Hey, I just thought I would share my story. I relocated from the midwest to Washington state and am trying pursue a career in the electrical trade due to the unique economic factors that give the Pacific Northwest region one of the highest Journeyman pay rates in the country ($43/hr +/-). My background is in the cable tv and DirecTV industry for nearly 5 years now and I've hit the ceiling of what I can achieve. It is dead end at $15-23/hr unless I become management or live on the road to make $30. I need a real career with real trajectory and I believe the union offers that. To me they are the best of the best in regards to training, total wage package, and quality of work, and it would be unwise to settle for less.

I applied to Mount Vernon / Everett local 191 in March 2015 and Seattle / Renton 46 in November 2015. I sent in my college transcripts and $50 application fee for both. The aptitude tests followed about 2 months after where I scored competitively at 7/9 for MV and 8/9 for Seattle. It was a 2 part test consisting of math and reading sections. The math part covers concepts mostly from Algebra 2 and the reading section is straight forward enough.

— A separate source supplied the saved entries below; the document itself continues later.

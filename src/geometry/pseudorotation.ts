/**
 * Altona–Sundaralingam pseudorotation of five-membered rings (Altona & Sundaralingam 1972, J. Am. Chem. Soc. 94,
 * 8205; phase formula as the mmCIF dictionary `_struct_mon_nucl.P` gives it), and the Fourier rearrangement of
 * the same model (derived; see docs/methods.md#pseudorotation).
 *
 * Input: the five endocyclic torsions ν0…ν4 in degrees, where for a furanose ν0 = C4′–O4′–C1′–C2′,
 * ν1 = O4′–C1′–C2′–C3′, ν2 = C1′–C2′–C3′–C4′, ν3 = C2′–C3′–C4′–O4′, ν4 = C3′–C4′–O4′–C1′. For a ring in
 * reference order r1…r5 that is ν0 = (r5 r1 r2 r3), ν1 = (r1 r2 r3 r4), … ν4 = (r4 r5 r1 r2).
 * Model: ν_j = ν_max cos(P + 144°(j − 2)).
 */
import { DEG, RAD, wrap360 } from './vec3.js';

/** Pseudorotation phase P (deg, [0, 360)) and amplitude (deg). */
export interface Pseudorotation {
  readonly phaseDeg: number;
  /** τ_m (AS formula) or ν_max (Fourier form), degrees. */
  readonly amplitudeDeg: number;
}

/** How τm was obtained: ν2 / cos P, a least-squares fit of all five torsions at that P, or a blend of the two. */
export type AmplitudeMethod = 'closed-form' | 'least-squares' | 'blended';

/** The Altona–Sundaralingam phase with its amplitude and how the amplitude was found. */
export interface AltonaSundaralingamFit extends Pseudorotation {
  readonly amplitudeMethod: AmplitudeMethod;
}

/**
 * |cos P| at and above which τm = ν2 / cos P is used, and at and below which the least-squares τm is used; in
 * between the two are blended linearly in |cos P| so τm has no jump (common practice, no source).
 */
export const CLOSED_FORM_MIN_COS = 0.3;
export const LEAST_SQUARES_MAX_COS = 0.2;

const SIN_SUM = Math.sin(36 * RAD) + Math.sin(72 * RAD);

function checkFive(nuDeg: readonly number[]): void {
  if (nuDeg.length !== 5 || nuDeg.some((v) => !Number.isFinite(v))) {
    throw new RangeError('pseudorotation needs five finite torsions ν0…ν4');
  }
}

/**
 * The Altona–Sundaralingam formula: tan P = [(ν4 + ν1) − (ν3 + ν0)] / [2 ν2 (sin 36° + sin 72°)], taken with
 * atan2 (which adds 180 when ν2 < 0), and τ_m = ν2 / cos P. Returns `null` when the ring is flat (all ν ≈ 0)
 * or when cos P ≈ 0 makes τ_m undefined (use `fourierPseudorotation` there).
 * @example altonaSundaralingam([-26.7, 46.3, -47.1, 33.4, -4.4]) // { phaseDeg ≈ 166.35, amplitudeDeg ≈ 48.47 }
 */
export function altonaSundaralingam(nuDeg: readonly number[]): Pseudorotation | null {
  checkFive(nuDeg);
  const [n0, n1, n2, n3, n4] = nuDeg as [number, number, number, number, number];
  const y = n4 + n1 - (n3 + n0);
  const x = 2 * n2 * SIN_SUM;
  if (Math.hypot(x, y) < 1e-9) return null;
  const p = Math.atan2(y, x);
  const c = Math.cos(p);
  if (Math.abs(c) < 1e-9) return null;
  return { phaseDeg: wrap360(p * DEG), amplitudeDeg: n2 / c };
}

/**
 * Fourier (least-squares) form of the same model, stable for every P:
 * A = Σ ν_j cos(144°(j−2)), B = −Σ ν_j sin(144°(j−2)), P = atan2(B, A), ν_max = (2/5)·√(A² + B²).
 * Returns `null` for a flat ring (all ν ≈ 0).
 * @example fourierPseudorotation([-26.7, 46.3, -47.1, 33.4, -4.4]) // { phaseDeg ≈ 166.64, amplitudeDeg ≈ 49.83 }
 */
export function fourierPseudorotation(nuDeg: readonly number[]): Pseudorotation | null {
  checkFive(nuDeg);
  let a = 0;
  let b = 0;
  nuDeg.forEach((v, j) => {
    const t = 144 * (j - 2) * RAD;
    a += v * Math.cos(t);
    b -= v * Math.sin(t);
  });
  const amp = 0.4 * Math.hypot(a, b);
  if (amp < 1e-9) return null;
  return { phaseDeg: wrap360(Math.atan2(b, a) * DEG), amplitudeDeg: amp };
}

/**
 * The least-squares amplitude at a given phase: the τm minimising Σ (ν_j − τm cos(P + 144°(j − 2)))², which is
 * (2/5) Σ ν_j cos(P + 144°(j − 2)) because the five cosines' squares always sum to 5/2.
 * @example leastSquaresAmplitude([-26.7, 46.3, -47.1, 33.4, -4.4], 166.35) // ≈ 49.8
 */
export function leastSquaresAmplitude(nuDeg: readonly number[], phaseDeg: number): number {
  checkFive(nuDeg);
  let sum = 0;
  nuDeg.forEach((v, j) => {
    sum += v * Math.cos((phaseDeg + 144 * (j - 2)) * RAD);
  });
  return 0.4 * sum;
}

/**
 * Weight of the closed-form τm for a phase with cosine `cosP` (1 where |cos P| ≥ 0.3, 0 where ≤ 0.2, linear
 * between).
 */
export function closedFormWeight(cosP: number): number {
  const c = Math.abs(cosP);
  if (c >= CLOSED_FORM_MIN_COS) return 1;
  if (c <= LEAST_SQUARES_MAX_COS) return 0;
  return (c - LEAST_SQUARES_MAX_COS) / (CLOSED_FORM_MIN_COS - LEAST_SQUARES_MAX_COS);
}

/**
 * P from the Altona–Sundaralingam closed form at every phase; τm from the closed form ν2 / cos P where |cos P| is
 * large, from the least-squares fit of all five torsions near P = 90° and 270° (where ν2 / cos P is 0 / 0), and a
 * linear blend between, so both P and τm are continuous. Returns `null` for a flat ring.
 * @example altonaSundaralingamFit([-26.7, 46.3, -47.1, 33.4, -4.4]) // { phaseDeg ≈ 166.35, amplitudeDeg ≈ 48.47, amplitudeMethod: 'closed-form' }
 */
export function altonaSundaralingamFit(nuDeg: readonly number[]): AltonaSundaralingamFit | null {
  checkFive(nuDeg);
  const [n0, n1, n2, n3, n4] = nuDeg as [number, number, number, number, number];
  const y = n4 + n1 - (n3 + n0);
  const x = 2 * n2 * SIN_SUM;
  if (Math.hypot(x, y) < 1e-9) return null;
  const p = Math.atan2(y, x);
  const phaseDeg = wrap360(p * DEG);
  const w = closedFormWeight(Math.cos(p));
  const fit = w < 1 ? leastSquaresAmplitude(nuDeg, phaseDeg) : 0;
  const closed = w > 0 ? n2 / Math.cos(p) : 0;
  const amplitudeMethod: AmplitudeMethod = w === 1 ? 'closed-form' : w === 0 ? 'least-squares' : 'blended';
  return { phaseDeg, amplitudeDeg: w * closed + (1 - w) * fit, amplitudeMethod };
}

It's important to be accurate. No gears or pulley scenarios, unlike Seattle City Lights. l had about 5 minutes to review my answers after finishing the math section and 10-15 minutes for the reading section. Results came back in under 2 weeks. Interviews followed in September for 191 and March for 46. Sat down next to a panel of 4 people and was asked basic questions (Why do you want to be here?, What strengths can you offer?, Describe a scenario where you worked in a team, Are you afraid of heights/confined spaces? Have you considered other trades?, Why should we choose you?, If you don't get in this time, what will you do?, Why here of all places?) I wrote down some of the exact questions, which I can dig up if needed. I stumbled a bit on the interviews but scored a "better than average score" of 98.5 for Mount Vernon and 96.5 for Seattle. My placements were 35 and 45. Since November, my placement for the 191 has dropped to as low as 10, before rising again to 26 just recently. My score at the 46 is currently unchanged at 45. I have been given the option to reinterview if I obtain 500 hours of experience in an electrical trade or take 2 classes related to math, science, or electronics. 46 will accept my current job for experience towards a reinterview but 191 will not. Odds look "OK" that I may have a shot of getting in within the next year if they take 2 classes per year of 15-20 apprentices each, but I need to work to give them a reason to select me and show that I'm persistent.


----------